In the first instance dirty pots can be cleaned with a few drops of metho, or a pressure-pack can of some instant technician (just make sure that it really is a contact cleaner and not moisture repellant, engine starter, or some such). Don't over-do it. Too much solvent and you risk mobilising the grease in the pot shaft bearing, and we don't want that.
Results vary a lot. Some pots come right back, other leave no option than to replace them. If it doesn't quickly come good with a couple of operations end-to-end then it's probably worn out.
Preamp valve sockets are a particular problem area. They seem to oxidise and to lose their tension and grip on the valve pin.
The quick fix at the gig is to gently rock the valve in a circular motion so all the pins scrub on their connectors.
On the bench a wash with metho or contact cleaner can help. You can re-tension the contacts by gently driving a sewing needle down the outside of each contact slot, so bending the leaf back towards the pin.

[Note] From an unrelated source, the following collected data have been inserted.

"""The compiled Gauss-Legendre bin integrals of exppoly (order 2-3) and dijet.

Checks against ``scipy.integrate.quad`` (adaptive Gauss-Kronrod, QUADPACK; asked for 1e-13
relative), bin by bin:
* the window-normalised bin fractions, 1e-10 relative (the rule's error estimate in
  :mod:`peaksift.shapes.quadrature` is below 1e-14 for these shapes; 1e-10 leaves room
  for quad's own error on steep shapes);
* their derivatives in each parameter, from quad's integrals of d f / d p_j = phi_j f
  (written out here from the shapes' formulae, not from the module's basis), 1e-8 of the
  largest derivative;
* stacked rows (one parameter set per row) equal the single-set results (a row's result
  does not depend on its neighbours), and bins outside the window get 0.
"""

from __future__ import annotations

import itertools
import math

import numpy as np
import pytest
from scipy import integrate

from peaksift import shapes

WINDOW = (300.0, 800.0)
EDGES = np.linspace(250.0, 800.0, 23)   # 25 GeV bins; the first 2 lie below the window


def _exppoly(order):
    def log_f(x, p):
        t = (x - 550.0) / 250.0
        return sum(p[j] * t ** (j + 1) for j in range(order))

    def dlog(x, p, j):
        return ((x - 550.0) / 250.0) ** (j + 1)
    return log_f, dlog


def _dijet(npar, sqrt_s):
    rs = 2.0 * WINDOW[1] if sqrt_s is None else sqrt_s
    xc = 550.0 / rs

    def parts(x):
        u = x / rs
        return [math.log1p(-u) - math.log1p(-xc), -(math.log(u) - math.log(xc)),
                -(math.log(u) ** 2 - math.log(xc) ** 2)]

    def log_f(x, p):
        return sum(pj * b for pj, b in zip(p, parts(x)[: npar - 1]))

    def dlog(x, p, j):
        return parts(x)[j]
    return log_f, dlog


CASES = [
    (shapes.get("exppoly", order=2), [-3.0, 0.5], _exppoly(2)),
    (shapes.get("exppoly", order=3), [-5.0, 1.0, -0.7], _exppoly(3)),
    (shapes.get("exppoly", order=3), [-60.0, 20.0, 5.0], _exppoly(3)),   # at the bound
    (shapes.get("exppoly", order=2), [40.0, -55.0], _exppoly(2)),         # a hump
    (shapes.get("dijet", npar=4, sqrt_s=13000.0), [10.0, 5.0, 0.1], _dijet(4, 13000.0)),
    (shapes.get("dijet", npar=3), [8.0, 4.0], _dijet(3, None)),
    (shapes.get("dijet", npar=2), [30.0], _dijet(2, None)),
]


def _quad(log_f, a, b, p, weight=lambda x: 1.0):
    top = max(log_f(x, p) for x in np.linspace(*WINDOW, 201))  # a common scale, no overflow
    return integrate.quad(lambda x: weight(x) * math.exp(log_f(x, p) - top), a, b,
                          epsabs=0.0, epsrel=1e-13, limit=200)[0]


@pytest.mark.parametrize("shape,pars,ref", CASES, ids=lambda c: str(c)[:30])
def test_bin_fractions_and_derivatives_match_quad(shape, pars, ref):
    log_f, dlog = ref
    lo_in = np.clip(EDGES, *WINDOW)
    z = _quad(log_f, *WINDOW, pars)
    want = np.array([_quad(log_f, a, b, pars) if b > a else 0.0
                     for a, b in itertools.pairwise(lo_in)]) / z
    frac, grad = shape.fractions_and_grad(EDGES, pars, WINDOW)
    inside = want > 0
    assert np.all(frac[~inside] == 0.0)
    assert np.max(np.abs(frac[inside] / want[inside] - 1.0)) < 1e-10
    assert np.array_equal(shape.bin_fractions(EDGES, pars, WINDOW), frac)
    for j in range(len(pars)):
        def w(x, j=j):
            return dlog(x, pars, j)
        kj = _quad(log_f, *WINDOW, pars, w) / z
        jij = np.array([_quad(log_f, a, b, pars, w) if b > a else 0.0
                        for a, b in itertools.pairwise(lo_in)]) / z
        d_want = jij - want * kj     # d/dp_j of (bin integral / window integral)
        assert np.max(np.abs(grad[j] - d_want)) < 1e-8 * np.max(np.abs(d_want))


@pytest.mark.parametrize("shape,pars,ref", CASES[:1] + CASES[4:5], ids=["exppoly2", "dijet4"])
def test_stacked_rows_equal_single_sets(shape, pars, ref):
    rows = np.array([pars, [p * 1.1 for p in pars], [p * 0.5 for p in pars]])
    stacked = [rows[:, k : k + 1] for k in range(rows.shape[1])]
    frac, grad = shape.fractions_and_grad(EDGES, stacked, WINDOW)
    assert frac.shape == (3, EDGES.size - 1) and grad.shape == (len(pars), 3, EDGES.size - 1)
    for i in range(3):
        f1, g1 = shape.fractions_and_grad(EDGES, list(rows[i]), WINDOW)
        assert np.array_equal(frac[i], f1) and np.array_equal(grad[:, i], g1)


MASSES = np.array([250.0, 300.0, 301.7, 377.0, 512.5, 640.0, 799.0, 800.0, 820.0])


@pytest.mark.parametrize("shape,pars,ref", CASES, ids=lambda c: str(c)[:30])
def test_density_and_derivatives_match_quad(shape, pars, ref):
    """The unbinned fit's density (window rule of :mod:`peaksift.shapes.quadrature`):
    f(x) / integral of f over the window (quad, as above), 1e-10 relative; its derivatives
    f(x) (d ln f/d p_j (x) - K_j), K_j the window integral of (d ln f/d p_j) f over that of
    f (quad, the shape's formula written out above), 1e-8 of the largest; 0 outside the
    window (the first and last masses)."""
    log_f, dlog = ref
    top = max(log_f(x, pars) for x in np.linspace(*WINDOW, 201))
    z = _quad(log_f, *WINDOW, pars)
    inside = (MASSES >= WINDOW[0]) & (MASSES <= WINDOW[1])
    want = np.array([math.exp(log_f(x, pars) - top) / z if ok else 0.0
                     for x, ok in zip(MASSES, inside)])
    pdf, grad = shape.pdf_and_grad(MASSES, pars, WINDOW)
    assert np.all(pdf[~inside] == 0.0) and np.all(grad[:, ~inside] == 0.0)
    assert np.max(np.abs(pdf[inside] / want[inside] - 1.0)) < 1e-10
    assert np.max(np.abs(shape.pdf(MASSES, pars, WINDOW)[inside] / want[inside] - 1.0)) < 1e-10
    for j in range(len(pars)):
        kj = _quad(log_f, *WINDOW, pars, lambda x, j=j: dlog(x, pars, j)) / z
        d_want = np.array([w * (dlog(x, pars, j) - kj) if ok else 0.0
                           for x, w, ok in zip(MASSES, want, inside)])
        assert np.max(np.abs(grad[j] - d_want)) < 1e-8 * np.max(np.abs(d_want))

I'm told that there is also some specific goo that does a good job of renewing these contact, but I have no experience of it.
Replacing a socket is a pain, but that and a new valve are a sure way of getting rid of socket crackles.
Another common valve amp problem is valve microphonics. This is where a valve, generally a preamp, has become sensitive to vibration. It's rarer in power valves but I have had very sensitive output valves that have produced screaming audio feedback. Microphonics usually has a characteristic sleigh bells sound of jingles when the amp it tapped or thumped.
And this is the best way to localise it and find which valve exactly is doing it. Tapping lightly around the chassis will quickly lead you to it, and tapping lightly on the glass with something like a pencil can confirm a jangly valve. The cure is replacement, although some may still give useful service in less critical parts of the circuit such as the phase-splitter or tremolo oscillator.
Unlike preamp valves that can go on for decades, power valves used in the output stage have an exciting and short life and are prone to major blowups.
Source: Rockinghouse - see Valve Abuse
When you have a fault of any sort it is important to know what the basic cause is, so there is no point in replacing a melted output pair if they melted because the bias supply has failed.
Similarly fuses do sometimes blow for no reason other then they have had enough. But mostly they blow because something else has gone wrong and they are just doing their job.
Musicians don't like to face it, but output valves wear out like car tyres. Depending on how an amp is handled and driven they can last for months to years. When one of a set is worn out, then the whole set is worn out.
This gets difficult when one gets broken mid-life. Unless they are known to be reasonably fresh it is best to replace them as a set.
Valves that are worn out can normally still produce low power levels, but either choke, or rapidly run out of steam when asked to produce sustained power. If you have a CRO then early output stage clipping is one sign of lost cathode emission.
Serious imbalance between the half-cycles suggests a weak valve on one side. This can be confirmed by swapping the valves and seeing if the weakness changes sides.